### Dataset entries
====

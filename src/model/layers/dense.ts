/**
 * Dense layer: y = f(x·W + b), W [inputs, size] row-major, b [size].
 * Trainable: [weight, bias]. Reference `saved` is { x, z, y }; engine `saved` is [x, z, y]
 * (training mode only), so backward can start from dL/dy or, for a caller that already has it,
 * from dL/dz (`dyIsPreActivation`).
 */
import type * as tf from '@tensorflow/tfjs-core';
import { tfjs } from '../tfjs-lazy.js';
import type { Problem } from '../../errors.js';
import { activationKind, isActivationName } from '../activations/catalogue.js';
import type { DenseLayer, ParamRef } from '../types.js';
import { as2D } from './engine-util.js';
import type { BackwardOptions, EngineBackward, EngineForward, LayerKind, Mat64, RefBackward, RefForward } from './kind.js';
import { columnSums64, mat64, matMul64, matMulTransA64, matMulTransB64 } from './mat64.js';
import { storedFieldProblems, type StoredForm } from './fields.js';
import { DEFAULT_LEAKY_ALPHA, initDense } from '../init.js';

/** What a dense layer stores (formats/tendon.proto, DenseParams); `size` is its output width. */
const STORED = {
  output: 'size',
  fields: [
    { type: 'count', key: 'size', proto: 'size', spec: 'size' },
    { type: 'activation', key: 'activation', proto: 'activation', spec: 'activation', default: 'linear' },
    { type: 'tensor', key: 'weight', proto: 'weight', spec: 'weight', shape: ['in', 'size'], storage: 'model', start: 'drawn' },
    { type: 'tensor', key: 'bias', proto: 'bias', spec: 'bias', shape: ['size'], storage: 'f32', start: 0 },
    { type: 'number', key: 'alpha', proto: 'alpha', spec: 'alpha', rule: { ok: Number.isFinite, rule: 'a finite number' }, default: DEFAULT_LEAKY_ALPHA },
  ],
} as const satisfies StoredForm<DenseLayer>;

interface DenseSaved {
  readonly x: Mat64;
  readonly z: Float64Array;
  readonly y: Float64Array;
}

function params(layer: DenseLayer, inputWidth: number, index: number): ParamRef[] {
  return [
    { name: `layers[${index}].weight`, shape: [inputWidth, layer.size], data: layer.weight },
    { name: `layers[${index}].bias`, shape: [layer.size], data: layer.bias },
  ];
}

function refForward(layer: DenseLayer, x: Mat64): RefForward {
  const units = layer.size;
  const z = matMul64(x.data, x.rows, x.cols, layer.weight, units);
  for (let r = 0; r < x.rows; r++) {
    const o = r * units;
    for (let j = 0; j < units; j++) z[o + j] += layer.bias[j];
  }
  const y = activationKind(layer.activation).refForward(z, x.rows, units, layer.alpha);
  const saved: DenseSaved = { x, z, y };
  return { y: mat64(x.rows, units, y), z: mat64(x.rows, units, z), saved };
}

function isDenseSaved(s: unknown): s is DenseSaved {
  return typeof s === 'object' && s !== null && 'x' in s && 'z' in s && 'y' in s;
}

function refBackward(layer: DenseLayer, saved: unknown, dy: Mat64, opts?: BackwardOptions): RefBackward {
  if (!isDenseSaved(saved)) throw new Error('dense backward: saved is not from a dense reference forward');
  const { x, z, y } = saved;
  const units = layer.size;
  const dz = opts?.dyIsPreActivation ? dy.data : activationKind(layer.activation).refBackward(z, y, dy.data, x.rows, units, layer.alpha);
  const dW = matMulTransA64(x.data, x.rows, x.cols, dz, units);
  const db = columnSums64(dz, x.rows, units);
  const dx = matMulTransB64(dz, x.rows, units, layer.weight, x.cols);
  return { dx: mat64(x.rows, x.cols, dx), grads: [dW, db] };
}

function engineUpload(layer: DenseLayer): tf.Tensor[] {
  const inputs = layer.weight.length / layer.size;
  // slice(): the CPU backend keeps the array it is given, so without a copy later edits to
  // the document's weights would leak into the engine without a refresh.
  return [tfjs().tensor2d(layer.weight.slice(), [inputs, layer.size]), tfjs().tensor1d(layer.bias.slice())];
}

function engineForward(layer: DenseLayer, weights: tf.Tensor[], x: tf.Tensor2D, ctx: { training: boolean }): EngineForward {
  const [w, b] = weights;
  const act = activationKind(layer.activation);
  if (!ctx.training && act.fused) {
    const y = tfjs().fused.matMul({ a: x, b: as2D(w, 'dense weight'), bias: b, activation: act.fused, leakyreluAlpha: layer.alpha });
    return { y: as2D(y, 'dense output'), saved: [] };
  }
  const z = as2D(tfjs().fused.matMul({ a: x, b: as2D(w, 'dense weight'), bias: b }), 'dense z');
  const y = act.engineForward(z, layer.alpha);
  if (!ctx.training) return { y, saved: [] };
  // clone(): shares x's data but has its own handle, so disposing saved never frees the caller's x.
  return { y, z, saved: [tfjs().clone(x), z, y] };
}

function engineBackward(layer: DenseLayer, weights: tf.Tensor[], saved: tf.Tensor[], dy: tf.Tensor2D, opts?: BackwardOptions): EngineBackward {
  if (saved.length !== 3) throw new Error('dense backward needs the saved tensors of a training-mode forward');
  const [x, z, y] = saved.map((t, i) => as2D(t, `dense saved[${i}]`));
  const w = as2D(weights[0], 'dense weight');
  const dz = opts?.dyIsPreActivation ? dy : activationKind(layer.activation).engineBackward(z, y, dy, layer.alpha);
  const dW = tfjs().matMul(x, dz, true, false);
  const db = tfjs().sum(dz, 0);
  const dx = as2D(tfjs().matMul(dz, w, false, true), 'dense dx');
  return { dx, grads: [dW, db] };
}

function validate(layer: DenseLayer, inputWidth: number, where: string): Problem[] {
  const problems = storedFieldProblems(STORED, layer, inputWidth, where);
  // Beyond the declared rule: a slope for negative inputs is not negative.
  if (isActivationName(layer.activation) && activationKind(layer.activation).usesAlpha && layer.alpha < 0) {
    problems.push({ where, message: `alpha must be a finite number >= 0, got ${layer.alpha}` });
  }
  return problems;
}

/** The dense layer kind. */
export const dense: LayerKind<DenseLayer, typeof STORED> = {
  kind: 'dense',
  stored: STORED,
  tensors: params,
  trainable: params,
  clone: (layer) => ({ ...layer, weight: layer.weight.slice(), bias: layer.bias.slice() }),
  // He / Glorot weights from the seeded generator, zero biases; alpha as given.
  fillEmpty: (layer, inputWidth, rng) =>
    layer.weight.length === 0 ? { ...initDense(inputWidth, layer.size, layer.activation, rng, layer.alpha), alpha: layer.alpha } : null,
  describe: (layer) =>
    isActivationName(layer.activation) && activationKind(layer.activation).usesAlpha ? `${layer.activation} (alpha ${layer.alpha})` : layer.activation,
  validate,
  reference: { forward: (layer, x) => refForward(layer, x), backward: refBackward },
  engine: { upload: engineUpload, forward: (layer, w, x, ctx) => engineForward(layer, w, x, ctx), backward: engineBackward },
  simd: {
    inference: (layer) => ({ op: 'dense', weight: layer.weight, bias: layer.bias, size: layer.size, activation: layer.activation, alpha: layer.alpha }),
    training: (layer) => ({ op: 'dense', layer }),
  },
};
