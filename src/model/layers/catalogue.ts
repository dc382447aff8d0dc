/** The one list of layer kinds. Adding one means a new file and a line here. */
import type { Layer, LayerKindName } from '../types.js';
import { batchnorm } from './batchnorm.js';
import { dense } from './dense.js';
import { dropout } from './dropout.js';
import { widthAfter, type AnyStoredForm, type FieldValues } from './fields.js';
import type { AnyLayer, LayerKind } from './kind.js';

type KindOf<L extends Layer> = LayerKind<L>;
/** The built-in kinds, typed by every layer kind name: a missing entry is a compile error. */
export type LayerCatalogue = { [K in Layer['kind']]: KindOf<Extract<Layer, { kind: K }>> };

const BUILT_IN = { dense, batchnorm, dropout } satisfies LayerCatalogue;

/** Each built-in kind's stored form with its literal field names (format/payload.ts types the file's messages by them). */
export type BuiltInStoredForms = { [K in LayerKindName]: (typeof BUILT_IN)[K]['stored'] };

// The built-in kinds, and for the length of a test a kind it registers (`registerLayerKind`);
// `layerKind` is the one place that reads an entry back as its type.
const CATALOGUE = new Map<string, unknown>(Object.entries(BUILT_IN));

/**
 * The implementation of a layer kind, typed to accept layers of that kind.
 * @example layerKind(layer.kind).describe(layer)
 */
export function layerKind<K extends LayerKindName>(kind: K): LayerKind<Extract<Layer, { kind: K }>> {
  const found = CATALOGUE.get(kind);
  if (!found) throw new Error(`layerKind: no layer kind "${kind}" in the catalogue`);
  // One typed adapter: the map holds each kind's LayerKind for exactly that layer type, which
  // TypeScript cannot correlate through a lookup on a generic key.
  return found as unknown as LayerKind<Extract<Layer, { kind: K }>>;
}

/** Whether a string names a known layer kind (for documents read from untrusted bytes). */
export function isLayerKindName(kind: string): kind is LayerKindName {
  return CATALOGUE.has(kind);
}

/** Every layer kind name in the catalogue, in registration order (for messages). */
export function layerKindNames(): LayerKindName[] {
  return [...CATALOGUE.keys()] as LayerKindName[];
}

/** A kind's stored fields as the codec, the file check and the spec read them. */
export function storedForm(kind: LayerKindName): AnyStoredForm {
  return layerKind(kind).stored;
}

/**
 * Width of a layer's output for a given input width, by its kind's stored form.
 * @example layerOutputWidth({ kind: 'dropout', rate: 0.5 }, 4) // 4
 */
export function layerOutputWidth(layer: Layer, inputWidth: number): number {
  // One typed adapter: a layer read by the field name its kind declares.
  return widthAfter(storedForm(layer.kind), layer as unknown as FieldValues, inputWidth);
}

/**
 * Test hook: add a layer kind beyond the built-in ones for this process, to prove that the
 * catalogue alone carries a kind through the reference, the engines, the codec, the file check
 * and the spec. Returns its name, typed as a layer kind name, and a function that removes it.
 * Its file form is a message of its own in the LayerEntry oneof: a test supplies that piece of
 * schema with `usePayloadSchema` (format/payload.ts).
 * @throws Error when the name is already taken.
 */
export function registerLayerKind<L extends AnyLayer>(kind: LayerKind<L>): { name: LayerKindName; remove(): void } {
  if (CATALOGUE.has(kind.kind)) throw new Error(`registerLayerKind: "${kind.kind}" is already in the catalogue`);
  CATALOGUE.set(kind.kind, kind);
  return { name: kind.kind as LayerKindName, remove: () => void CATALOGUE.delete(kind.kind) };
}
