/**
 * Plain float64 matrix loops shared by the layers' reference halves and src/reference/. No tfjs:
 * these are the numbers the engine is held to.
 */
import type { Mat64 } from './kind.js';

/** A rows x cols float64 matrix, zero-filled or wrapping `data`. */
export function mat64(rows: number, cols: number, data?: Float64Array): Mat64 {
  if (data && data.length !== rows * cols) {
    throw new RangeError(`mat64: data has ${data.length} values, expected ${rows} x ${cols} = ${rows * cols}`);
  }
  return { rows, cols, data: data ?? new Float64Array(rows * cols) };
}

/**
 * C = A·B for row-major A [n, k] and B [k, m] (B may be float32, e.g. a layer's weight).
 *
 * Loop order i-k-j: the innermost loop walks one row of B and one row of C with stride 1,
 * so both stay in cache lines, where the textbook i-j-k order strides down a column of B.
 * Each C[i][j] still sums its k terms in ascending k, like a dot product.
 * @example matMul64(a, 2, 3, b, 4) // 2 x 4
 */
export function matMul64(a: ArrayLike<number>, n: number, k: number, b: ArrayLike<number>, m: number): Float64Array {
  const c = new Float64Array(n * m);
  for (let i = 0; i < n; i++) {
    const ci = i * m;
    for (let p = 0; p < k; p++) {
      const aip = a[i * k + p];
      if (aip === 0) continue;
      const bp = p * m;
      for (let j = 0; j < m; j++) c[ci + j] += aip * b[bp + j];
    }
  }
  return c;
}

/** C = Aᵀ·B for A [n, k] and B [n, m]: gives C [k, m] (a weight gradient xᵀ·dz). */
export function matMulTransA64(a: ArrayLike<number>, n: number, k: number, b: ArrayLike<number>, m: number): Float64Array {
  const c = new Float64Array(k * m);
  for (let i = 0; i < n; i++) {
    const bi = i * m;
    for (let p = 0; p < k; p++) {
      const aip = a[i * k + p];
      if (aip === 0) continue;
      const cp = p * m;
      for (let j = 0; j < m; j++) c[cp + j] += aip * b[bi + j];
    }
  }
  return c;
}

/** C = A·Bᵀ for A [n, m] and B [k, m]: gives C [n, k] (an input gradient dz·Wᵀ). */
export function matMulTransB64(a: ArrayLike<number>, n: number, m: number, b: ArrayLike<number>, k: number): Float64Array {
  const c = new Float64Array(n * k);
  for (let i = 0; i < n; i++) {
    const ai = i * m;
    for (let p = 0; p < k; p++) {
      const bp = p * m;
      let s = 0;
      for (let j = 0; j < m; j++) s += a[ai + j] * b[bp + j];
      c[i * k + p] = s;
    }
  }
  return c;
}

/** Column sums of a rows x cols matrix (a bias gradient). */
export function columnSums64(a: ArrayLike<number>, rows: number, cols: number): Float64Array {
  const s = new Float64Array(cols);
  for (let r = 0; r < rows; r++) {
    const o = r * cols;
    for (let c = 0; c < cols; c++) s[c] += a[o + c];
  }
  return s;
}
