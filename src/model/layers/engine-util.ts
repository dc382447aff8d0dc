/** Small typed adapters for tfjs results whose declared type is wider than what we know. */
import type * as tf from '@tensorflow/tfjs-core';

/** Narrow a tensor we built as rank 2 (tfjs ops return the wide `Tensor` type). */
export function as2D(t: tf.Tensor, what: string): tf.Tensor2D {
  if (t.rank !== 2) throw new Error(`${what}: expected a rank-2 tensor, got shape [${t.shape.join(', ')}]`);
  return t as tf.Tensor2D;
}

====

Check every line of the records above for the string "index". Copy those that hold it.

### Solution for this exercise
function params(layer: DenseLayer, inputWidth: number, index: number): ParamRef[] {
    { name: `layers[${index}].weight`, shape: [inputWidth, layer.size], data: layer.weight },
    { name: `layers[${index}].bias`, shape: [layer.size], data: layer.bias },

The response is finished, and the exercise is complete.